# Dometic fridge not working 12v



## jonasw19 (Jun 11, 2010)

Dometic RM7291L
Fridge works fine on gas
Used to also work on gas whilst engine was running
Also used to work on 12v only when engine running

Now when engine is started step retracts ok
Fridge goes off if gas is selected, light goes out inside.

If 12v is selected, step still retracts the 12v green led lights for a few seconds but then goes off.

No cooling on a long drive (12v selected)

Anyone any ideas
Also has anyone replaced a 12v heating element on this sort of fridge, how easy is it?

Thanks in advance

Jon


----------



## listerdiesel (Aug 3, 2012)

If you mean the 12V fridge Indicator goes out after a while, it sounds as though you have a bad connection on the 12V side that is initially sufficient to start the fridge up, but then overheats and breaks contact.

As it is a high-current feed (8-10 Amps) any poor connection will rapidly overheat and burn, so I'd check back through the wiring and see if you have anything that looks a bit 'toasty'.

Peter


----------



## jonasw19 (Jun 11, 2010)

Thanks Peter

I have tried to look through the rats nest of wiring but nothing obvious stands out.

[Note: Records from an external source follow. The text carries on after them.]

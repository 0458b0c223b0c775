// Public entry point of the bearing-estimation library (lib/doa).
// Media, tapers and beam patterns, array figures and bounds:
export * from './medium';
export * from './beam-pattern';
export * from './array-figures';
export * from './bounds';
// Complex kernel, errors, linear algebra:
export * from './complex';
export * from './errors';
export * from './hermitian-eigen';
export * from './symmetric-eigen';
export * from './svd';
export * from './pseudo-inverse';
export * from './general-eigen';
export * from './polynomial-roots';
// Covariance, source count, methods and the orchestrator:
export * from './angles';
export * from './covariance';
export * from './source-count';
export * from './spectrum';
export * from './warnings';
export * from './method-types';
export * from './methods';
export * from './esprit';
export * from './unitary-esprit';
export * from './music';
export * from './root-music';
export * from './beamformers';
export * from './estimate';
// Simulation and metrics:
export * from './simulate';
export * from './metrics';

I have tried to break and remake any connectors I can see.

I do wish that the manufacturers bothered to do the wiring rather more neatly, rather than just shovelling it in every which way.

jon


----------



## Easyriders (May 16, 2011)

We had a similar problem, turned out to be a loose wire causing a short.
Like you, we couldn't make much sense of the wiring, and the wiring diagram in the handbook was no real help. We are both pretty competent with domestic wiring, but MH wiring is something else!

We took it to an auto electrician we know locally, he fixed it very quickly and didn't even charge us, as we are old customers of his. We did give him £20 as a thank you, though.


----------



## jonasw19 (Jun 11, 2010)

*Further update*

Took out the fridge unit today and tried a bit more fault finding, with agrown up who does electronics.

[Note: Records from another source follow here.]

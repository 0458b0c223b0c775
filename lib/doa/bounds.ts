/**
 * Cramér–Rao bounds and resolvability for a uniform linear array.
 *
 * Conventions (docs/conventions.md §1, §5): element m = 0 … M−1 at m·d, d in wavelengths,
 * steering a_m(θ) = exp(+j·2π·d·m·sin θ), bearings in degrees from broadside.
 * The bounds are taken with respect to θ in radians; reported standard deviations
 * are converted to degrees and full covariances stay in rad² (K × K, row-major
 * Float64Array, index origin 0). Source powers p_k and the noise power σ² are
 * linear (per-element SNR_k = p_k/σ²); N is the number of snapshots.
 *
 *  - Stochastic (unconditional) CRB, Stoica & Nehorai (1990), uncorrelated sources:
 *      CRB = σ²/(2N) · {Re[(Dᴴ·P_A⊥·D) ⊙ (P·Aᴴ·R⁻¹·A·P)ᵀ]}⁻¹, R = A·P·Aᴴ + σ²·I.
 *  - Deterministic (conditional) CRB, Stoica & Nehorai (1989), with the sample
 *    source covariance taken equal to P:
 *      CRB = σ²/(2N) · {Re[(Dᴴ·P_A⊥·D) ⊙ Pᵀ]}⁻¹.
 * Everything is reduced to K × K algebra: with G = AᴴA, Dᴴ·P_A⊥·D = DᴴD − DᴴA·G⁻¹·AᴴD
 * and AᴴR⁻¹A = G·(P·G + σ²·I)⁻¹ (because R·A·(PG + σ²I)⁻¹ = A), so the cost is
 * O(M·K² + K³) and no M × M matrix is formed.
 *
 * Resolvability of a pair (i, j):
 *  - the Rayleigh gap test of docs/conventions.md §5: |sin θi − sin θj| < 1/(M·d);
 *  - a statistical resolution figure by the criterion of Smith (2005), IEEE Trans. SP
 *    53(5):1597–1609: two sources are resolvable when their separation δ = θj − θi
 *    is at least its own standard deviation, δ ≥ √CRB(δ) with
 *    CRB(δ) = C_ii + C_jj − 2·C_ij; the resolution limit is the δ solving δ = √CRB(δ).
 *    The criterion comes from the reference list (docs/references.md §8); the check values
 *    in the tests were computed from it, not quoted from the paper.
 */
import { DoaInputError, DoaNumericalError } from './errors';
import { zeros, solve, inverse, multiply, type ComplexMatrix } from './linalg/complex';
import {
  requireElementCount,
  requireSpacing,
  requireFiniteArray,
  requirePositive,
  requirePositiveInteger,
  requireBearing,
  requireFinite,
  DEG,
} from './design/figures-checks';
import { rayleighGap } from './design/array-figures';

export type BoundKind = 'stochastic' | 'deterministic';

export interface BoundsInput {
  elements: number;
  spacingWavelengths: number;
  /** Source bearings in degrees, strictly inside (−90, 90). */
  bearingsDeg: ArrayLike<number>;
  /** Linear source powers p_k > 0, one per bearing. */
  sourcePowers: ArrayLike<number>;
  /** Linear noise power σ² > 0. */
  noisePower: number;
  /** Number of snapshots N ≥ 1. */
  snapshots: number;
}

export interface CrbResult {
  /** √diag(CRB) in degrees, one per source (input order). */
  stdDeg: Float64Array;
  /** The full bound, K × K row-major, rad². */
  covarianceRad2: Float64Array;
  sources: number;
}

interface Checked {
  m: number;
  d: number;
  theta: Float64Array; // radians
  powers: Float64Array;
  noise: number;
  n: number;
}

function checkInput(input: BoundsInput): Checked {
  if (input === null || typeof input !== 'object')
    throw new DoaInputError('bad-option', 'the bound needs an input object');
  const m = requireElementCount(input.elements);
  const d = requireSpacing(input.spacingWavelengths);
  const bearings = requireFiniteArray(input.bearingsDeg, 'bearingsDeg');
  const k = bearings.length;
  if (k < 1) throw new DoaInputError('bad-source-count', 'bearingsDeg must hold at least one bearing');
  if (k >= m)
    throw new DoaInputError(
      'bad-source-count',
      `bearingsDeg has ${k} sources; the bound needs fewer sources than elements (${m})`,
    );
  const powers = requireFiniteArray(input.sourcePowers, 'sourcePowers', k);
  for (let i = 0; i < k; i++)
    if (!(powers[i] > 0))
      throw new DoaInputError('bad-value', `sourcePowers[${i}] must be greater than 0, got ${powers[i]}`);
  const noise = requirePositive(input.noisePower, 'noisePower');
  const n = requirePositiveInteger(input.snapshots, 'snapshots');
  const theta = new Float64Array(k);
  for (let i = 0; i < k; i++) {
    const b = bearings[i];
    if (b <= -90 || b >= 90) {
      throw new DoaInputError(
        'bad-value',
        `bearingsDeg[${i}] = ${b} must lie strictly inside (−90, 90); at endfire the bound is unbounded`,
      );
    }
    theta[i] = b * DEG;
  }
  // Coincident or aliased sources make A rank-deficient.
  for (let i = 0; i < k; i++) {
    for (let j = i + 1; j < k; j++) {
      const dpsi = 2 * Math.PI * d * (Math.sin(theta[i]) - Math.sin(theta[j]));
      const wrapped = Math.abs(dpsi - 2 * Math.PI * Math.round(dpsi / (2 * Math.PI)));
      if (wrapped < 1e-9) {
        throw new DoaInputError(
          'bad-value',
          `bearingsDeg[${i}] and bearingsDeg[${j}] have the same electrical angle (coincident${d > 0.5 ? ' or grating-lobe aliases' : ''}); the bound is unbounded`,
        );
      }
    }
  }
  return { m, d, theta, powers, noise, n };
}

Gas and 240v sides work fine
The 12v heater element seems ok in that we by passed all the controls and fed it 12v and it sat there merrily consuming 10amps, so that bit is good.

Next looked at the control board for the fridge and determined that there seemed to be no 12 volt signal when the engine was started, hence the fridge control relay could not switch the 12v high current supply on.

Question is where does this signal for the fridge come from, the electric step which is retracted when the engine starts up, is fine and retracts automatically when it should, and is isolated when the engine is runnig.

The Sargent box is showing no fault codes but the display suggests that the engine battery is critically low. It definitely isn't as it has been tested under load and is good.

What controls the link between the alternator / engine battery and the hab side of things?

Jon


----------



## kenny (Jun 4, 2005)

*fridge elc*

Hi i am having same trouble has you,bur i am in luck has a friend is a retired board man so am waiting fer winter months to get it fixed, with regard where does the board know what to do the switch on the fridge goes to the board then the alternator puts a higher voltage in the the circuit telling it to switch on the fault is between the fuse and god knows what in between ,but the fridge works good on gas when traveling if you look in forums you will see plenty of write ups about this , mine will be on gas from home next week till we get to lamanger Kenny


----------



## Andythebuilder (Apr 29, 2012)

Hi all just seen your post, we had a similar problem when in spain last winter, it turned out to be a 3 amp fuse under the bonnet next to the battery,in a holder fixed to the bulkhead. I traced it back by following the wires back from the fridge relay using a continuity tester. This wire is the "signal" for the relay to switch over from start up and eventually i traced it back to the charge circuit from the relay. Our van is a fiat ducato mk2 2001.
I hope this helps you both
Cheers andythebuilder.


----------